This study sought to clarify the effect of drug particle size on drug release kinetics from highly-loaded ethylene vinyl acetate (EVA) implants. In highly-loaded monolithic implants, drug release occurs through a network of pores created by dissolved drugs. Changing particle size alters the polymer – drug physical interactions and was expected to impact drug release kinetics.
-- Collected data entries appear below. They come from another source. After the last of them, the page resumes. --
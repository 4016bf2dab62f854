"""`table(...)` -> a function of the coordinate through the points of a file."""

from __future__ import annotations

from dataclasses import dataclass
from typing import TYPE_CHECKING

import numpy as np
from numpy.typing import NDArray

from specterm.errors import Span, printable
from specterm.language.catalogue import refuse
from specterm.language.nodes import Table
from specterm.model.domain import Domain
from specterm.model.scalar import ONE, Scalar
from specterm.model.spline import cubic, linear
from specterm.model.tablefile import TableText, column, read_table
from specterm.model.term import Term, make
from specterm.model.term import linear as linear_sum
from specterm.units import UnitSystem

if TYPE_CHECKING:
    from pathlib import Path

Floats = NDArray[np.float64]
STEEPEST = 1e140
"""Values, distances, slopes and bends of a table stay below this, so that their squares are numbers."""


@dataclass(frozen=True)
class Points:
    """What a table says: places `x` (n,), strictly increasing, and values `y` (n,), in the sheet's units."""

    x: Floats
    y: Floats


def build_table(node: Table, folder: Path | None, units: UnitSystem, domain: Domain | None) -> Term:
    """Return the function a table stands for: a cubic spline (C2, not-a-knot ends) through its points, or straight lines.

    A third column is the imaginary part. A domain that reaches beyond the points is an error unless `hold` or `extend` is said.
    """
    table = read_table(folder, node.path, node.span)
    parts = [_spline(_points(table, node, units, k), node, domain) for k in range(1, len(node.columns))]
    return parts[0] if len(parts) == 1 else linear_sum([(ONE, parts[0]), (Scalar(1j), parts[1])])


def _spline(points: Points, node: Table, domain: Domain | None) -> Term:
    """Return the function through some points."""
    outside = node.outside
    if domain is not None:
        covered = points.x[0] <= domain.left and domain.right <= points.x[-1]
        if outside == "error" and not covered:
            raise refuse(
                "table-outside",
                node.span,
                left=f"{points.x[0]:g}",
                right=f"{points.x[-1]:g}",
                domain=f"({domain.left:g}, {domain.right:g})",
            )
        outside = "extend" if covered else outside
    _check_steepness(points, node)
    interpolate = cubic if node.smooth else linear
    return make("spline", (), interpolate(f'table("{node.path}")', points.x, points.y, outside), real=True)


def _check_steepness(points: Points, node: Table) -> None:
    """Refuse points between which slopes, or what a cubic needs beyond them, leave the range of numbers."""
    with np.errstate(all="ignore"):
        gaps = np.diff(points.x)
        bend = np.abs(np.diff(points.y)) / gaps / np.minimum(gaps, 1.0) ** 2
        steep = np.flatnonzero(~(bend < STEEPEST) | ~(gaps < STEEPEST) | ~(np.abs(points.y[1:]) < STEEPEST))
    if steep.size:
        raise refuse("table-steep", node.span, path=printable(node.path), place=f"{points.x[steep[0]]:g}")


def _points(table: TableText, node: Table, units: UnitSystem, number: int) -> Points:
    """Return the first column and another one as points."""
    (first, first_unit), (second, second_unit) = node.columns[0], node.columns[number]
    x = column(table, first, node.span) * _factor(first_unit, units, node.span)
    y = column(table, second, node.span) * _factor(second_unit, units, node.span)
    order = np.argsort(x, kind="stable")
    x, y = x[order], y[order]
    same = np.flatnonzero(np.diff(x) == 0)
    for k in same:
        if y[k] != y[k + 1]:
            a, b = sorted((table.lines[order[k]], table.lines[order[k + 1]]))
            raise refuse("table-conflict", node.span, path=table.path, first=a, second=b, place=f"{x[k]:g}")
    keep = np.append(True, np.diff(x) > 0)[: len(x)]
    x, y = x[keep], y[keep]
    if len(x) < 2:
        raise refuse("table-too-short", node.span, path=table.path, found=len(x))
    return Points(x, y)


def _factor(unit: str | None, units: UnitSystem, span: Span) -> float:
    return 1.0 if unit is None else units.parse(unit, span)[0]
EVA implants are well-established for long-acting subcutaneous drug delivery, with multiple approved drug products. It is desirable to produce implants with as high of a drug loading as possible, but there are associated challenges – at high loadings, monolithic implants sometimes exhibit a high initial burst release and greater than desired overall release rate. The standard solution used by multiple marketed products is to produce multilayer implants consisting of a highly loaded core with a rate-limiting outer layer– this layer reduces the burst release and can be used to tune drug release kinetics in a manner that is independent of drug loading in the core.
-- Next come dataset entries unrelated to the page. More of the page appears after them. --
def test_a_limit_is_half_of_it_with_a_rectangular_spread() -> None:
    analysis: dict[str, Any] = {**equilibrium(), "C2H6": "<0.06 %"}
    found = checked(analysis=analysis)
    (ethane,) = [m for m in found.measurements if m.name == "C2H6"]
    assert ethane.value == pytest.approx(0.0003)
    assert ethane.uncertainty == pytest.approx(0.0006 / 12**0.5)
    assert ethane.below == pytest.approx(0.0006)
    (leakage,) = [each for each in found.leakages if each.record == "C2H6(g)"]
    assert leakage.below == pytest.approx(0.0006)
    of_ethane = next(r for r in found.reactions if "C2H6(g)" in r.coefficients)
    assert of_ethane.faint == ("C2H6(g)",)
    assert np.isneginf(of_ethane.approach_limit.lower)
    assert found.notes == ("C2H6 is below its detection limit of 600 ppm.",)


def test_lumped_analytes_count_together() -> None:
    analysis = equilibrium()
    lumped = {"CO+CO2": analysis.pop("CO") + analysis.pop("CO2"), **analysis}
    found = checked(analysis=lumped)
    assert found.closure.chi_square < 1e-12
    assert found.closure.degrees_of_freedom == 2
    reconciled = {each.record: each.reconciled.value for each in found.composition}
    assert reconciled["CO(g)"] == pytest.approx(equilibrium()["CO"], rel=1e-6)


def test_a_normalised_analysis_has_no_sum_to_judge() -> None:
    found = checked(normalised=True)
    assert found.closure.degrees_of_freedom == 2
    assert abs(found.reactions[0].approach.value) < 1e-6


def test_uncertainties_as_stated() -> None:
    stated = {"reading": "2 %", "floor": "0.1 %", "temperature": "5 K", "pressure": "1 %"}
    found = checked(uncertainty={**stated, "CO": "0.5 %"})
    by_name = {m.name: m.uncertainty for m in found.measurements}
    assert by_name["H2"] == pytest.approx(np.hypot(0.02 * equilibrium()["H2"], 0.001))
    assert by_name["CO"] == pytest.approx(0.005)
    assert found.temperature.uncertainty == 5.0
    assert found.pressure.uncertainty == pytest.approx(25e3)


def test_flow_uncertainties_come_from_the_case() -> None:
    tables = {**deepcopy(CASE), "sample": sample()}
    tables["uncertainty"] = {"feed.steam": "3 %", "feed.gas.amounts.N2": "10 %"}
    (found,) = gibbsmin.check(gibbsmin.load_case(tables)).samples
    by_name = {m.name: m.uncertainty for m in found.measurements}
    assert by_name["flow of steam"] == pytest.approx(0.03)
    assert by_name["flow of gas"] == pytest.approx(0.01)
    assert by_name["N2(g) in gas"] == pytest.approx(0.10)


def test_a_constant_of_the_users_own_is_used_and_said_so() -> None:
    own = {
        "reaction": "CH4 + H2O = CO + 3 H2",
        "equilibrium_constant": {"800 degC": 160, "900 degC": 1400},
    }
    whole = gibbsmin.check(case(sample(reaction=[own])))
    (reaction,) = whole.samples[0].reactions
    assert reaction.own_constant
    assert reaction.log_constant.value == pytest.approx(
        np.interp(1 / 1123.15, [1 / 1173.15, 1 / 1073.15], np.log([1400, 160])), rel=1e-9
    )
    assert (
        "K of CH4 + H2O = CO + 3 H2 is the case's own, for this reaction alone; the fit of "
        "equilibrium to the whole sample uses the library's." in whole.assumptions
    )


def shift_case(**inlet: Any) -> dict[str, Any]:
    """Inlet and outlet of a shift reactor at equilibrium, methane and nitrogen inert."""
    amounts = {"CO": 12.0, "CO2": 9.0, "H2": 72.0, "CH4": 6.0, "N2": 1.0, "H2O": 55.0}
    feed = {"temperature": "360 degC", "pressure": "26 bar", "unit": "kmol/h", "amounts": amounts}
    tables: dict[str, Any] = {
        "feed": {"raw": feed},
        "outlet": {"temperature": "430 degC", "pressure": "25 bar"},
        "species": {"consider": list(amounts), "inert": ["CH4", "N2"]},
    }
    stage = gibbsmin.predict(gibbsmin.load_case(tables)).final
    dry = zip(stage.records, stage.dry_mole_fractions, strict=True)
    outlet = {record.formula: float(y) for record, y in dry if record.formula != "H2O"}
    entering = {name: amount / 100.0 for name, amount in amounts.items() if name != "H2O"}
    tables["sample"] = {
        "temperature": "430 degC",
        "pressure": "25 bar",
        "analysis": outlet,
        "inlet": {"analysis": entering, **inlet},
    }
    return tables


def test_inlet_and_outlet_close_together() -> None:
    (found,) = gibbsmin.check(gibbsmin.load_case(shift_case(steam_ratio=0.55))).samples
    assert found.closure.chi_square < 1e-12
    assert found.closure.degrees_of_freedom == 5
    (shift,) = found.reactions
    assert abs(shift.approach.value) < 1e-5
    assert found.judgement.verdict is Verdict.AT_EQUILIBRIUM
    steam = next(m for m in found.measurements if m.name == "steam ratio")
    assert (steam.basis, steam.value, steam.can_be_judged) == ("ratio", 0.55, False)


def test_without_the_steam_a_shift_is_not_decidable() -> None:
    (found,) = gibbsmin.check(gibbsmin.load_case(shift_case())).samples
    assert found.judgement.verdict is Verdict.NOT_DECIDABLE
    assert found.closure.degrees_of_freedom == 5
    assert found.judgement.look_at == ("A measurement of H2O(g) would decide.",)
    assert np.isnan(found.energetics.excess_gibbs_energy)


def test_rows_of_a_table_equal_samples_of_the_case() -> None:
    found = checks(table_of())
    assert [each.label for each in found.samples] == ["a", "b", "c"]
    assert [each.row for each in found.samples] == [2, 3, 4]
    assert found.faults == ()
    for k, each in enumerate(found.samples):
        analysis = {name: f"{TABLE[f'{name}, %'][k]} %" for name in DRY}
        single = checked(
            temperature=f"{TABLE['temperature, degC'][k]} degC",
            pressure=f"{TABLE['pressure, bar'][k]} bar",
            analysis=analysis,
        )
        assert each.closure.chi_square == pytest.approx(single.closure.chi_square, rel=1e-9)
        for ours, theirs in zip(each.reactions, single.reactions, strict=True):
            assert ours.approach.value == pytest.approx(theirs.approach.value, rel=1e-9)
            assert ours.approach.uncertainty == pytest.approx(theirs.approach.uncertainty, rel=1e-9)


def test_columns_of_uncertainties_flows_and_words() -> None:
    table = table_of(
        **{
            "u H2, %": [0.3] * 3,
            "u temperature, K": [2.0] * 3,
            "u pressure, bar": [0.2] * 3,
            "feed.steam, t/h": [5.4, np.nan, 5.5],
            "u feed.steam, %": [2.0] * 3,
            "normalised": ["yes", "no", ""],
        }
    )
    first, second, third = checks(table).samples
    readings = {m.name: m for m in first.measurements}
    assert readings["H2"].uncertainty == pytest.approx(0.003)
    assert first.temperature.uncertainty == 2.0
    assert first.pressure.uncertainty == pytest.approx(2e4)
    # 300 kmol/h of water are 5.4045 t/h.
    assert readings["flow of steam"].value == pytest.approx(5.4 / 5.4045, rel=1e-5)
    assert readings["flow of steam"].uncertainty == pytest.approx(0.02 * 5.4 / 5.4045, rel=1e-5)
    assert {m.name: m for m in second.measurements}["flow of steam"].value == 1.0
    assert [each.closure.degrees_of_freedom for each in (first, second, third)] == [2, 3, 3]


def test_a_blank_cell_was_not_measured() -> None:
    found = checks(table_of(**{"CH4, %": [5.2, np.nan, ""]}))
    assert [each.closure.degrees_of_freedom for each in found.samples] == [3, 2, 2]
    assert [m.name for m in found.samples[1].measurements] == [
        "H2", "CO", "CO2", "N2", "flow of gas", "flow of steam"
    ]  # fmt: skip


@pytest.mark.parametrize(
    ("changes", "sentence"),
    [
        (
            {"CH4, %": [5.2, 35.25, 5.15]},
            "samples.csv: row 3: found readings that add up to 129.8 %; accepted is at most 110 %.",
        ),
        (
            {"CH4, %": [5.2, -5.25, 5.15]},
            'samples.csv: row 3, column "CH4, %": found -5.25, a negative reading; accepted is a '
            'fraction of the gas such as "71.9 %", "50 ppm" or "<0.05 %".',
        ),
        (
            {"CH4, %": [5.2, "about five", 5.15]},
            'samples.csv: row 3, column "CH4, %": found "about five", which is no reading; '
            'accepted is a fraction of the gas such as "71.9 %", "50 ppm" or "<0.05 %".',
        ),
        (
            {
                f"{name}, %": [TABLE[f"{name}, %"][0], np.nan, TABLE[f"{name}, %"][2]]
                for name in DRY
            },
            "samples.csv: row 3: found no reading of the outlet; accepted is at least one that is "
            "not blank.",
        ),
        (
            {"temperature, degC": [850.0, np.nan, 848.0]},
            "samples.csv: row 3: found no temperature; accepted is the temperature at the sampling "
            "point in each row.",
        ),
        (
            {"pressure, bar": [25.0, "", 24.9]},
            "samples.csv: row 3: found no pressure; accepted is the pressure at the sampling point "
            "in each row.",
        ),
        (
            {"pressure, bar": [25.0, -1.0, 24.9]},
            'samples.csv: row 3, column "pressure, bar": found -100000; accepted is a number above '
            "zero.",
        ),
        (
            {"SO2, ppm": [np.nan, 40.0, np.nan]},
            'samples.csv: row 3, SO2: found "SO2", with the element S that no feed brings; '
            "accepted are records of C, H, N, O.",
        ),
        (
            {"H2O, %": [np.nan, 30.0, np.nan]},
            "samples.csv: row 3: found a reading of H2O(g) in a dry analysis; accepted is a wet "
            "analysis, or one without H2O(g).",
        ),
        (
            {"CO2, % dry": [np.nan, 8.0, np.nan], "H2O, % wet": [np.nan, 30.0, np.nan]},
            'samples.csv: row 3: found a dry analysis in column "CO2, % dry" and a wet one in '
            'column "H2O, % wet"; accepted is one basis in a row.',
        ),
        (
            {"basis": ["dry", "moist", "dry"]},
            'samples.csv: row 3, column "basis": found "moist"; accepted is "dry" or "wet".',
        ),
        (
            {"normalised": ["no", "yes", "no"], "CO, %": [13.2, 10.0, 13.3]},
            "samples.csv: row 3: found readings that add up to 96.66 %, said to be normalised; "
            "accepted is 99.5 to 100.5 %, or an analysis that is not normalised.",
        ),
        (
            {"CO+CO2, %": [np.nan, 21.0, np.nan]},
            "samples.csv: row 3: found CO(g) in two readings; accepted is each record in one "
            "reading.",
        ),
    ],
)
def test_a_faulty_row_is_named_and_the_others_run(
    changes: dict[str, list[Any]], sentence: str
) -> None:
    columns = dict(changes)
    if "CO2, % dry" in columns:
        table = table_of(**columns).drop(columns="CO2, %")
    else:
        table = table_of(**columns)
    found = checks(table)
    assert [fault.sentence for fault in found.faults] == [sentence]
    assert [(fault.label, fault.row) for fault in found.faults] == [("b", 3)]
    assert [each.label for each in found.samples] == ["a", "c"]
There are cases where designing a multilayer implant is inconvenient, however, so there is a drive to develop alternative methods to optimize drug release kinetics. To solve this challenge, Nanoform and Celanese, a global specialty chemicals company, collaborated to assess the utility of combining Nanoform’s Controlled Expansion of Supercritical Solutions (CESS®) nanoforming technology with Celanese’s VitalDose® EVA copolymer delivery technology for drug-eluting implants.
CESS® produced nanoparticles of two potent drugs, risperidone (an atypical antipsychotic) and fingolimod (an immunomodulating compound) resulted in a slower release rate in EVA implants relative to micronized material.
Nanoformed risperidone also exhibited a much lower initial burst release than micronized risperidone, which was tested as the control.
These results demonstrate the exciting potential of CESS® nanoparticle engineering as an alternative method to solve the long-standing challenge associated with the drug release kinetics of implants for long-acting subcutaneous delivery.